Goal of the exercise = Starting at the first line of the listing below and ending at the line with "segs = np.atleast_2d(np.asarray(segments, dtype=float))", copy each line exactly.

Source data =
def cycle_envelopes(segments: np.ndarray, sample_rate_hz: float, freq_hz: float,
                    band_hz: tuple[float, float], start: int = 0,
                    noise: np.ndarray | None = None) -> tuple[list[tuple[np.ndarray, np.ndarray]], float, float]:
    """Band-passed Hilbert envelopes of one mode, averaged over whole cycles.

    Parameters
    ----------
    segments : ndarray, shape (taps, samples)
        Each tap's response, from just before the impact [signal units].
    sample_rate_hz : float
        Sample rate [Hz].
    freq_hz : float
        The mode's frequency (from the tap analysis) [Hz].
    band_hz : tuple of float
        Pass band (low, high) [Hz].
    start : int
        Sample of the impact in each segment.
    noise : ndarray, optional
        Signal with no tap in it (before the first tap), same channel [signal units].

    Returns
    -------
    envelopes : list of (t_s, amplitude)
        Per tap: block mid-times [s, from the first kept block] and noise-corrected
        block amplitudes [signal units], decaying, above the noise limit.
    freq_hz : float
        The mode's frequency refined from the Hilbert phase [Hz].
    noise_rms : float
        RMS of the band-passed noise envelope [signal units] (0 if not measured).
    """
    from scipy import signal

    fs = float(sample_rate_hz)
    lo, hi = band_hz
    sos = signal.butter(4, [lo, hi], btype="bandpass", fs=fs, output="sos")
    segs = np.atleast_2d(np.asarray(segments, dtype=float))
    y = signal.sosfiltfilt(sos, segs, axis=-1)
    z = signal.hilbert(y, axis=-1)
    env = np.abs(z)
    bw = hi - lo
    memory = int(math.ceil(3.0 * fs / bw))  # filter transients, both sides (zero-phase)
    cycle = fs / freq_hz
    first = start + memory + int(math.ceil(2 * cycle))
    last = segs.shape[1] - memory
    noise_power = 0.0
    if noise is not None and noise.size < 2 * memory + int(8 * cycle):
        noise = None  # too short to measure: judge from the tails below
    if noise is not None:
        yn = signal.sosfiltfilt(sos, np.asarray(noise, dtype=float))
        en = np.abs(signal.hilbert(yn))[memory:-memory]
        noise_power = float(np.mean(en * en))
    noise_rms = math.sqrt(noise_power)
    # refine the frequency from the phase slope over the strong part of the strongest tap
    strongest = int(np.argmax(env[:, first:last].max(axis=1))) if last > first else 0
    if last - first > 4 * cycle:
        e = env[strongest, first:last]
        strong = e > 0.2 * e.max()
        idx = np.flatnonzero(strong)
        if idx.size > 2 * cycle:
            span = slice(first + idx[0], first + idx[-1] + 1)
            ph = np.unwrap(np.angle(z[strongest, span]))
            slope = np.polyfit(np.arange(ph.size) / fs, ph, 1)[0]
            f_ref = abs(slope) / (2 * math.pi)
            if abs(f_ref / freq_hz - 1) < 0.05:
                freq_hz = float(f_ref)
                cycle = fs / freq_hz
    per = _blocks_per(freq_hz, bw)
    limit = 0.0
    if noise is None and last > first:  # no quiet lead-in: judge the noise from the tails
        tail = env[:, last - (last - first) // 4:last]
        limit = NOISE_FACTOR * float(np.min(np.median(tail, axis=1)))
    out: list[tuple[np.ndarray, np.ndarray]] = []
    if last - first < per * cycle * MIN_BLOCKS:
        return out, freq_hz, noise_rms
    nblk = int((last - first) / (per * cycle))
    edges = first + np.round(np.arange(nblk + 1) * per * cycle).astype(int)
    for k in range(env.shape[0]):
        # mean power over each block: E|s + n|² = A² + E|n|² exactly, so the noise
        # power subtracts without the bias a mean envelope would keep (derived)
        sums = np.add.reduceat(env[k] ** 2, edges[:-1])[:nblk]
        amp = np.sqrt(np.maximum(sums / np.diff(edges) - noise_power, 0.0))
        t = (0.5 * (edges[:-1] + edges[1:]) - edges[0]) / fs
        ok = amp > max(NOISE_FACTOR * noise_rms, limit, REL_FLOOR * amp.max())
        # keep the first contiguous run from the strongest block (the decay)
        top = int(np.argmax(amp))
        stop = top + int(np.argmax(~ok[top:])) if not ok[top:].all() else nblk
        t, amp = t[top:stop], amp[top:stop]
        if amp.size >= MIN_BLOCKS:
            out.append((t - t[0], amp))
    return out, freq_hz, noise_rms


def _shape(model: str, theta: np.ndarray, a0: np.ndarray, t: np.ndarray, omega: float,
           a_ref: float) -> np.ndarray:
    f = omega / (2 * math.pi)
    if model == "viscous":
        return a0 * np.exp(-theta[0] * omega * t)
    if model == "friction-viscous":
        lam = theta[0] * omega
        # (1 − e^{−λt})/λ, → t as λ → 0
        g = np.where(lam * t > 1e-9, -np.expm1(-lam * t) / max(lam, 1e-300), t)
        return a0 * np.exp(-lam * t) - theta[1] * f * g
    zr, p = theta
    if abs(p) < 1e-9:
        return a0 * np.exp(-zr * omega * t)
    u = p * zr * omega * (a0 / a_ref) ** p * t
    return a0 * np.exp(-np.log1p(np.maximum(u, -1 + 1e-12)) / p)


def fit_decay_models(envelopes: Sequence[tuple[np.ndarray, np.ndarray]],
                     freq_hz: float) -> dict[str, ModelFit]:
    """Fit the viscous, friction-viscous and power-law models to all taps at once.

    Parameters
    ----------
    envelopes : sequence of (t_s, amplitude)
        Per tap: times [s] and envelope amplitudes [signal units] (see :func:`cycle_envelopes`).
    freq_hz : float
        The mode's frequency [Hz].

    Returns
    -------
    dict
        ``{model name: ModelFit}``; a model whose fit failed is absent.
    """
    from scipy import optimize

    omega = 2 * math.pi * freq_hz
    taps = len(envelopes)
    t_all = np.concatenate([t for t, _ in envelopes])
    a_all = np.concatenate([a for _, a in envelopes])
    tap_of = np.concatenate([np.full(len(t), j) for j, (t, _) in enumerate(envelopes)])
    n = a_all.size
    a_ref = float(np.exp(np.mean(np.log(a_all))))
    a0_guess = np.array([a[0] for _, a in envelopes])
    # first guesses: straight lines through log-amplitude and amplitude
    slopes = [np.polyfit(t, np.log(a), 1)[0] for t, a in envelopes]
    z0 = max(1e-5, -float(np.median(slopes)) / omega)
    drops = [-np.polyfit(t, a, 1)[0] / freq_hz for t, a in envelopes]
    d0 = max(1e-9, float(np.median(drops)))
    starts = {
        "viscous": ([z0], [0.0], [0.5]),
        "friction-viscous": ([0.5 * z0, 0.5 * d0], [0.0, 0.0], [0.5, np.inf]),
        "power-law": ([z0, 0.0], [1e-7, -1.5], [0.5, 3.0]),
    }
    raw = {}
    for model, (x0, lb, ub) in starts.items():
        m = len(x0)

        def resid(x: np.ndarray, model: str = model, m: int = m) -> np.ndarray:
            a0 = x[m:][tap_of]
            return _shape(model, x[:m], a0, t_all, omega, a_ref) - a_all

        x_start = np.r_[x0, a0_guess]
        lower = np.r_[lb, np.zeros(taps)]
        upper = np.r_[ub, np.full(taps, np.inf)]
        x_start = np.clip(x_start, lower + 1e-12, np.where(np.isfinite(upper), upper - 1e-12, np.inf))
        try:
            res = optimize.least_squares(resid, x_start, bounds=(lower, upper), x_scale="jac",
                                         max_nfev=400 * (m + taps))
        except (ValueError, np.linalg.LinAlgError):
            continue
        if n > m + taps + 1:
            raw[model] = (res, m)
    if not raw:
        return {}
    # Neighbouring blocks still share some noise.  An AR(1) effective sample size
    # n_eff = n (1 − ρ)/(1 + ρ) (common practice) widens the intervals and weakens the
    # BIC alike for every model; ρ is taken from the best-fitting model's residuals,
    # so a model's own misfit is not mistaken for correlated noise.
    best_res = min(raw.values(), key=lambda rm: float(np.sum(rm[0].fun ** 2)))[0].fun
    same = tap_of[1:] == tap_of[:-1]
    rho = float(np.sum(best_res[1:][same] * best_res[:-1][same]) / max(np.sum(best_res**2), 1e-300))
    rho = min(max(rho, 0.0), 0.9)
    fits = {}
    for model, (res, m) in raw.items():
        rss = float(np.sum(res.fun**2))
        k = m + taps
        n_eff = max(k + 2.0, n * (1 - rho) / (1 + rho))
        s2 = rss / (n - k) * (n / n_eff)
        cov = np.linalg.pinv(res.jac.T @ res.jac) * s2
        err = np.sqrt(np.clip(np.diag(cov)[:m], 0.0, None))
        bic = n_eff * math.log(max(rss, 1e-300) / n) + k * math.log(n_eff)
        fits[model] = ModelFit(model, tuple(float(v) for v in res.x[:m]),
                               tuple(float(v) for v in err), rss, n, k, bic,
                               a_ref if model == "power-law" else 0.0)
    return fits


def decrement_check(segment: np.ndarray, sample_rate_hz: float, freq_hz: float,
                    band_hz: tuple[float, float], start: int, floor: float) -> DecayCheck | None:
    """Feeny & Liang's decrement method on one tap.

    Successive half-cycle peaks of a mode with viscous and Coulomb damping obey
    X_{k+1} = s X_k − (F/k)(1 + s), s = e^{−πζ/√(1−ζ²)} (Feeny & Liang,
    J. Sound Vib. 195 (1996) 149–154); a straight line through (X_k, X_{k+1})
    gives s and F/k.

    Parameters
    ----------
    segment : ndarray
        One tap's response [signal units].
    sample_rate_hz : float
        Sample rate [Hz].
    freq_hz : float
        The mode's frequency [Hz].
    band_hz : tuple of float
        Pass band (low, high) [Hz].
    start : int
        First sample to use (after the impact and the filter's transient).
    floor : float
        Peaks below this are left out [signal units].

    Returns
    -------
    DecayCheck or None
        ``None`` when fewer than 8 peaks stand above ``floor``.
    """
    from scipy import signal

    sos = signal.butter(4, list(band_hz), btype="bandpass", fs=sample_rate_hz, output="sos")
    y = np.abs(signal.sosfiltfilt(sos, np.asarray(segment, dtype=float)))
    memory = int(math.ceil(3.0 * sample_rate_hz / (band_hz[1] - band_hz[0])))
    y = y[start:len(y) - memory]
    idx, _ = signal.find_peaks(y, distance=max(1, int(0.35 * sample_rate_hz / freq_hz)))
    pk = y[idx]
    if pk.size == 0:
        return None
    top = int(np.argmax(pk))
    pk = pk[top:]
    below = np.flatnonzero(pk < floor)
    pk = pk[: below[0]] if below.size else pk
    if pk.size < 8:
        return None
    s, b = np.polyfit(pk[:-1], pk[1:], 1)
    if not 0 < s < 1:
        return None
    zeta = -math.log(s) / math.sqrt(math.pi**2 + math.log(s) ** 2)
    f_over_k = max(0.0, -b / (1 + s))
    return DecayCheck(float(zeta), float(4 * f_over_k), int(pk.size))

Task output =
def cycle_envelopes(segments: np.ndarray, sample_rate_hz: float, freq_hz: float,
                    band_hz: tuple[float, float], start: int = 0,
                    noise: np.ndarray | None = None) -> tuple[list[tuple[np.ndarray, np.ndarray]], float, float]:
    """Band-passed Hilbert envelopes of one mode, averaged over whole cycles.

    Parameters
    ----------
    segments : ndarray, shape (taps, samples)
        Each tap's response, from just before the impact [signal units].
    sample_rate_hz : float
        Sample rate [Hz].
    freq_hz : float
        The mode's frequency (from the tap analysis) [Hz].
    band_hz : tuple of float
        Pass band (low, high) [Hz].
    start : int
        Sample of the impact in each segment.
    noise : ndarray, optional
        Signal with no tap in it (before the first tap), same channel [signal units].

    Returns
    -------
    envelopes : list of (t_s, amplitude)
        Per tap: block mid-times [s, from the first kept block] and noise-corrected
        block amplitudes [signal units], decaying, above the noise limit.
    freq_hz : float
        The mode's frequency refined from the Hilbert phase [Hz].
    noise_rms : float
        RMS of the band-passed noise envelope [signal units] (0 if not measured).
    """
    from scipy import signal

    fs = float(sample_rate_hz)
    lo, hi = band_hz
    sos = signal.butter(4, [lo, hi], btype="bandpass", fs=fs, output="sos")
    segs = np.atleast_2d(np.asarray(segments, dtype=float))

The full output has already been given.